A livello mondiale il MALLOPPO TOTALE NASCOSTO-e quello noto non è certo poca cosa-ammonta a 30000 miliardi di euro. Cifra corrispondente al doppio del PIL degli Stati Uniti e a trenta volte quello italiano. Quando-nel 2009-i GRANDI DELLA TERRA si trovarono-invece che alla Maddalena-sulle terremotate zolle dell’Aquila per lo show voluto da Berlusconi si vergognarono un pochino e decisero di fare qualcosa contro questo sconcio e di “iniziare” la guerra ai paradisi fiscali.
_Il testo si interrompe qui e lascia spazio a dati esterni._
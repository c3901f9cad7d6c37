export * from './analyzer.js';
export * from './exciter.js';
export * from './model.js';
export * from './response.js';
export * from './trim-mismatch.js';
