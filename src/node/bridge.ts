/**
 * The WebSocket bridge: lets any browser reach a serial device through this computer. One
 * WebSocket client at a time; binary messages carry the serial bytes both ways, unchanged (the
 * device link protocol runs end to end between the page and the device). The port is opened when
 * a client connects and closed when it leaves; when the port closes (device unplugged or reset),
 * the socket is closed with code 1011, and the page's link reconnects. Bound to 127.0.0.1 unless
 * told otherwise, so the device is not offered to the network.
 */
import type { AddressInfo } from 'node:net';
import { type WebSocket, WebSocketServer } from 'ws';
import { OrthotoneError } from '../core/errors.js';
import type { ByteChannel } from '../device/link.js';
import { openSerialChannel } from './serial-transport.js';

/** Options of {@link startBridge}. */
export interface BridgeOptions {
  /** The serial port (or pseudo-terminal) to serve. */
  devicePath: string;
  /** TCP port to listen on (0: any free port). */
  port: number;
  /** Address to bind (default 127.0.0.1). */
  host: string;
  /** Serial line rate, bit/s (default 115200). */
  baudRate: number;
  /**
   * Called with one line per event (client connected, port opened, …).
   * @throws should not; an error would end the bridge's event handler.
   */
  log?: (line: string) => void;
}

/** A running bridge. */
export interface Bridge {
  /** `ws://host:port`. */
  readonly url: string;
  /** The bound TCP port. */
  readonly port: number;
  /** Stops listening, closes the client and the serial port. @throws never */
  close(): Promise<void>;
}

/**
 * Starts the bridge.
 * @param options device path, TCP port, bind address, line rate, logger.
 * @returns the running bridge once it listens.
 * @throws {OrthotoneError} INVALID_ARGUMENT for a TCP port outside 0…65535; WRITE_FAILED is not
 *   used; the listen error (e.g. EADDRINUSE) as DEVICE_LOST with the address named.
 * Reference: RFC 6455; the `ws` package's `WebSocketServer`.
 */
export function startBridge(options: Partial<BridgeOptions> & { devicePath: string }): Promise<Bridge> {
  const host = options.host ?? '127.0.0.1';
  const tcpPort = options.port ?? 0;
  const log = options.log ?? (() => undefined);
  if (!Number.isInteger(tcpPort) || tcpPort < 0 || tcpPort > 65535) {
    throw new OrthotoneError(
      'INVALID_ARGUMENT',
      `port ${tcpPort} must be a whole number from 0 to 65535`,
      tcpPort,
    );
  }
  return new Promise((resolve, reject) => {
    const wss = new WebSocketServer({ host, port: tcpPort });
    let client: WebSocket | undefined;
    let channel: ByteChannel | undefined;
    wss.on('error', (e: NodeJS.ErrnoException) => {
      reject(
        new OrthotoneError('DEVICE_LOST', `cannot listen on ${host}:${tcpPort}: ${e.code ?? e.message}`),
      );
    });
    wss.on('connection', (ws, req) => {
      if (client) {
        ws.close(1013, 'the bridge serves one client at a time');
        return;
      }
      client = ws;
      log(`client ${req.socket.remoteAddress ?? '?'} connected`);
      // Bytes that arrive before the port is open, sent to it in order once it is.
      const pending: Uint8Array[] = [];
      // binaryType 'nodebuffer' (ws's default, kept here): every message, text or binary, arrives as
      // one Buffer, fragments already joined.
      ws.on('message', (data: Buffer) => {
        const bytes = new Uint8Array(data.buffer, data.byteOffset, data.length);
        if (channel) channel.write(bytes).catch(() => undefined);
        else pending.push(bytes);
      });
      ws.on('close', () => {
        log('client left');
        // Only the one served client registers this handler, so `client` and `channel` are its own.
        client = undefined;
        const c = channel;
        channel = undefined;
        c?.close();
      });
      openSerialChannel(options.devicePath, { baudRate: options.baudRate ?? 115200 }).then(
        (c) => {
          if (client !== ws) {
            c.close();
            return;
          }
          channel = c;
          log(`opened ${options.devicePath}`);
          c.start({
            // After the socket closes, ws drops what is sent (no callback given): no readyState check.
            data: (bytes) => ws.send(bytes),
            closed: (err) => {
              log(`${options.devicePath} closed${err ? ` (${err.message})` : ''}`);
              // The socket's close handler forgets the channel once the closing handshake ends.
              ws.close(1011, 'the device port closed');
            },
          });
          for (const b of pending.splice(0)) c.write(b).catch(() => undefined);
        },
        (e: Error) => {
          log(e.message);
          ws.close(1011, e.message.slice(0, 120));
        },
      );
    });
    wss.on('listening', () => {
      // bound to a host and a TCP port (not a pipe), the server's address is an AddressInfo
      const { port } = wss.address() as AddressInfo;
      resolve({
        url: `ws://${host}:${port}`,
        port,
        close: () =>
          new Promise<void>((res) => {
            for (const c of wss.clients) c.terminate();
            channel?.close();
            wss.close(() => res());
          }),
      });
    });
  });
}
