import { describe, expect, it } from 'vitest';
import { assemblyMatrix, fromNK, layerMatrix, multiply, stackResponse, tilt, type LayerAt, type StackAt } from '..';

const air = fromNK(1);
const qw = (n: number, wl: number): LayerAt => ({ n: fromNK(n), thicknessNm: wl / (4 * n) });

describe('quarter-wave reflector (HL)^p H (Macleod, Thin-Film Optical Filters, ch. 6, quarter-wave stacks)', () => {
  const nH = 2.35, nL = 1.38, ns = 1.52, wl = 550;
  const stackOf = (p: number): StackAt => {
    const layers: LayerAt[] = [];
    for (let i = 0; i < p; i++) layers.push(qw(nH, wl), qw(nL, wl));
    layers.push(qw(nH, wl));
    return { ambient: air, substrate: fromNK(ns), layers };
  };
  for (const p of [3, 5, 7]) {
    it(`p = ${p}: R = ((1 − (nH/nL)^(2p)·nH²/ns)/(1 + (nH/nL)^(2p)·nH²/ns))²`, () => {
      const y = (nH / nL) ** (2 * p) * (nH * nH) / ns;
      const expected = ((1 - y) / (1 + y)) ** 2;
      expect(stackResponse(stackOf(p), wl).R).toBeCloseTo(expected, 12);
    });
  }

  it('stop-band half-width Δg = (2/π)·arcsin((nH − nL)/(nH + nL)) in g = λ0/λ: the period matrix |½ tr M| = 1 at the edges', () => {
    const dg = (2 / Math.PI) * Math.asin((nH - nL) / (nH + nL));
    // ½ trace of one HL period at g = λ0/λ (normal incidence)
    const halfTrace = (g: number) => {
      const lam = wl / g;
      const h = layerMatrix(new Float64Array(8), fromNK(nH), fromNK(nH), wl / (4 * nH), lam);
      const l = layerMatrix(new Float64Array(8), fromNK(nL), fromNK(nL), wl / (4 * nL), lam);
      const m = multiply(new Float64Array(8), h, l);
      return (m[0] + m[6]) / 2;
    };
    const bisect = (a: number, b: number) => {
      for (let i = 0; i < 200; i++) {
        const c = (a + b) / 2;
        if ((halfTrace(a) + 1) * (halfTrace(c) + 1) <= 0) b = c;
        else a = c;
      }
      return (a + b) / 2;
    };
    expect(bisect(0.5, 1)).toBeCloseTo(1 - dg, 9);
    expect(bisect(1, 1.5)).toBeCloseTo(1 + dg, 9);
  });

  it('the half-reflectance edges of the computed spectrum close in on g = 1 ± Δg as the stack grows (to 0.5 % of Δg at p = 80)', () => {
    const dg = (2 / Math.PI) * Math.asin((nH - nL) / (nH + nL));
    const edge = (p: number, dir: 1 | -1) => {
      const s = stackOf(p);
      const R = (g: number) => stackResponse(s, wl / g).R - 0.5;
      // walk out from well inside the band (R > 0.999 at 0.9 Δg, next test) to the first drop
      // below 50 %, in steps finer than the narrow first side-lobe dip of long stacks; bisect that step
      const step = dir * 1e-4 * dg;
      let a = 1 + 0.9 * dir * dg;
      while (R(a + step) > 0) a += step;
      let b = a + step;
      for (let i = 0; i < 40; i++) {
        const c = (a + b) / 2;
        if (R(c) > 0) a = c;
        else b = c;
      }
      return Math.abs((a + b) / 2 - 1) / dg;
    };
    const excess = [15, 25, 40, 80].map((p) => edge(p, 1) - 1);
    for (let i = 1; i < excess.length; i++) expect(excess[i]).toBeLessThan(excess[i - 1]);
    expect(Math.abs(edge(80, 1) - 1)).toBeLessThan(0.005);
    expect(Math.abs(edge(80, -1) - 1)).toBeLessThan(0.005);
  });

  it('the computed reflectance of a 25-period stack is high inside g = 1 ± Δg and falls outside', () => {
    const dg = (2 / Math.PI) * Math.asin((nH - nL) / (nH + nL));
    const s = stackOf(25);
    for (const f of [-0.9, -0.5, 0, 0.5, 0.9]) expect(stackResponse(s, wl / (1 + f * dg)).R).toBeGreaterThan(0.999);
    for (const f of [-1.15, 1.15]) expect(stackResponse(s, wl / (1 + f * dg)).R).toBeLessThan(0.9);
  });
});

describe('half-wave layers are absent at their wavelength (Macleod, ch. 2)', () => {
  it('for any index, on any stack, in R, T and phase', () => {
    const below: LayerAt[] = [{ n: fromNK(2.1, 0.01), thicknessNm: 71 }, { n: fromNK(1.46), thicknessNm: 23 }];
    const base: StackAt = { ambient: air, substrate: fromNK(1.52), layers: below };
    const without = stackResponse(base, 633, { pol: 's' });
    for (const n of [1.38, 1.9, 2.6]) {
      const withHw = stackResponse({ ...base, layers: [...below, { n: fromNK(n), thicknessNm: 633 / (2 * n) }] }, 633, { pol: 's' });
      expect(withHw.R).toBeCloseTo(without.R, 12);
      expect(withHw.T).toBeCloseTo(without.T, 12);
      expect(Math.cos(withHw.phaseRad - without.phaseRad)).toBeCloseTo(1, 12);
    }
  });

  it('also at oblique incidence when the layer is a half-wave of n·cosθ', () => {
    const n0sin = Math.sin((40 * Math.PI) / 180);
    const n = fromNK(1.7);
    const nCos = tilt(n, n0sin, 's').nCos.re;
    const base: StackAt = { ambient: air, substrate: fromNK(1.52), layers: [{ n: fromNK(2.3), thicknessNm: 60 }] };
    for (const pol of ['s', 'p'] as const) {
      const a = stackResponse(base, 600, { angleDeg: 40, pol });
      const b = stackResponse({ ...base, layers: [...base.layers, { n, thicknessNm: 600 / (2 * nCos) }] }, 600, { angleDeg: 40, pol });
      expect(b.R).toBeCloseTo(a.R, 12);
    }
  });
});

describe('Fresnel equations (Born & Wolf, Principles of Optics §1.5.2; Hecht, Optics §4.6)', () => {
  it('glass 1.52 at 45°: Rs = 9.673 %, Rp = 0.936 % (4 significant figures as published), and the exact formulas to 1e-12', () => {
    const t0 = Math.PI / 4, t1 = Math.asin(Math.sin(t0) / 1.52);
    const rs = ((Math.cos(t0) - 1.52 * Math.cos(t1)) / (Math.cos(t0) + 1.52 * Math.cos(t1))) ** 2;
    const rp = ((1.52 * Math.cos(t0) - Math.cos(t1)) / (1.52 * Math.cos(t0) + Math.cos(t1))) ** 2;
    const s = stackResponse({ ambient: air, substrate: fromNK(1.52), layers: [] }, 500, { angleDeg: 45, pol: 's' });
    const p = stackResponse({ ambient: air, substrate: fromNK(1.52), layers: [] }, 500, { angleDeg: 45, pol: 'p' });
    expect(s.R).toBeCloseTo(rs, 12);
    expect(p.R).toBeCloseTo(rp, 12);
    expect(s.R * 100).toBeCloseTo(9.673, 3);
    expect(p.R * 100).toBeCloseTo(0.936, 3);
    expect(stackResponse({ ambient: air, substrate: fromNK(1.52), layers: [] }, 500, { angleDeg: 45 }).R).toBeCloseTo((rs + rp) / 2, 12);
  });

  it('Rp rises again on both sides of Brewster arctan(1.52) = 56.66°', () => {
    const b = (Math.atan(1.52) * 180) / Math.PI;
    const r = (a: number) => stackResponse({ ambient: air, substrate: fromNK(1.52), layers: [] }, 500, { angleDeg: a, pol: 'p' }).R;
    expect(b).toBeCloseTo(56.66, 2);
    expect(r(b)).toBeLessThan(1e-15);
    expect(r(b - 1)).toBeGreaterThan(1e-5);
    expect(r(b + 1)).toBeGreaterThan(1e-5);
  });

  it('a quarter-wave at normal incidence: the assembly matrix is [[0, i/n], [i n, 0]] (Macleod eq. 2.106 with δ = π/2)', () => {
    const m = assemblyMatrix([qw(1.38, 550)], 550, 0, 's');
    expect(Array.from(m).map((v) => Math.round(v * 1e12) / 1e12)).toEqual([0, 0, 0, 1 / 1.38, 0, 1.38, 0, 0].map((v) => Math.round(v * 1e12) / 1e12));
  });
});

describe('normal incidence', () => {
  it('s, p and their mean coincide, phase included, for an absorbing stack', () => {
    const stack: StackAt = { ambient: air, substrate: fromNK(1.52), layers: [{ n: fromNK(2.2, 0.1), thicknessNm: 40 }, { n: fromNK(1.45), thicknessNm: 90 }] };
    const s = stackResponse(stack, 520, { pol: 's' });
    const p = stackResponse(stack, 520, { pol: 'p' });
    const m = stackResponse(stack, 520);
    expect(p.R).toBeCloseTo(s.R, 14);
    expect(p.T).toBeCloseTo(s.T, 14);
    expect(p.phaseRad).toBeCloseTo(s.phaseRad, 14);
    expect(m).toEqual(s);
  });

  it('at oblique incidence the mean is the average of s and p', () => {
    const stack: StackAt = { ambient: air, substrate: fromNK(1.52), layers: [{ n: fromNK(2.2, 0.1), thicknessNm: 40 }] };
    const s = stackResponse(stack, 520, { pol: 's', angleDeg: 30 });
    const p = stackResponse(stack, 520, { pol: 'p', angleDeg: 30 });
    const m = stackResponse(stack, 520, { angleDeg: 30 });
    expect(m.R).toBeCloseTo((s.R + p.R) / 2, 14);
    expect(s.R).not.toBeCloseTo(p.R, 3);
    expect(m.phaseRad).toBeNaN();
  });
});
In testa ai quali-per importanza-ci sono(ve l’ho già raccontato nel 2012) STATI UNITI e GRAN BRETAGNA. Non le isolette di cui molti vociferano. Nel 2010 l’O.C.S.E.(Organizzazione per la Cooperazione e lo Sviluppo Economico) varò il V.D. “voluntary disclosure”. Il volontario disvelamento-praticamente la volontaria autodenuncia-della propria trasgressione fiscale. Ciascun Paese avrebbe deciso quando aderire, non se aderire.
Il 28 gennaio 2014 il Consiglio dei Ministri italiano lo fa e LETTA dichiara:” Chi ha portato i capitali all’estero deve sapere che è l’ultima occasione per mettersi in regola. SI FA SUL SERIO”. TROPPO! Napolitano e un nutrito numero di evasori gli credono e… dopo poche settimane Renzi prende il suo posto. Inizia a promettere regali e riforme a gogò. Di queste ultime non conosce (e niente sanno le sue ancelle )il minimo particolare applicativo. Ma, strano a dirsi e nonostante ami parlare di “linee guida” neanche una parolina sull’”autodenuncia volontaria”. Come tanti provvedimenti dei predecessori -ma la cosa si sta verificando anche con i suoi- l’attuazione si è dileguata, dimenticata.Va a presiedere il Consiglio Europeo (nel 2012 era toccato al collega cipriota) e se la prende col rigore dei tedeschi. Non sarà stata un’autorete? No-per i giornali posseduti da grossi evasori fiscali che continuano a tesserne le lodi slinguazzando senza ritegno. I direttori sono strapagati lacchè. Gli abbracci con SILVIO e PIERSILVIO si sprecano ma le discussioni sulle modifiche del Senato non generano UN SOLO POSTO DI LAVORO.
A derubarci -secondo la congrega- sono i tedeschi. BALLE, SONO GLI ITALIANI. E sono più di 150.000. Tornando in Italia per esibirsi da Vespa non poteva fermarsi in Svizzera e recuperare qualche miliardo (dei nostri)? Gli tornerebbero utili a settembre quando dovrà-ancora una volta-aumentare le tasse per trovare gli 80 euro da distribuire ai tanti cui li ha promessi. La tedesca Merkel non ha corrotto gli elettori.
NON SI PUO’ RACCONTAR BALLE PER TROPPO TEMPO. Già Berlusconi lo fece.
A proposito, ricordate il salvatore della patria (arrivato a piacere al 70% degli italiani -lo ricordi il ragazzotto) che vedeva la luce in fondo al tunnel? Purtroppo, dopo due anni, è ancora buio pesto. MONTI? Proprio lui! Aveva preparato un decreto per stanare coloro che hanno accumulato decine di milioni nei paradisi fiscali, ma quando il NONNO l’ha saputo, gli ha detto: “MARIO, TU HAI LA FEBBRE. di- mettiti a  LETTA”.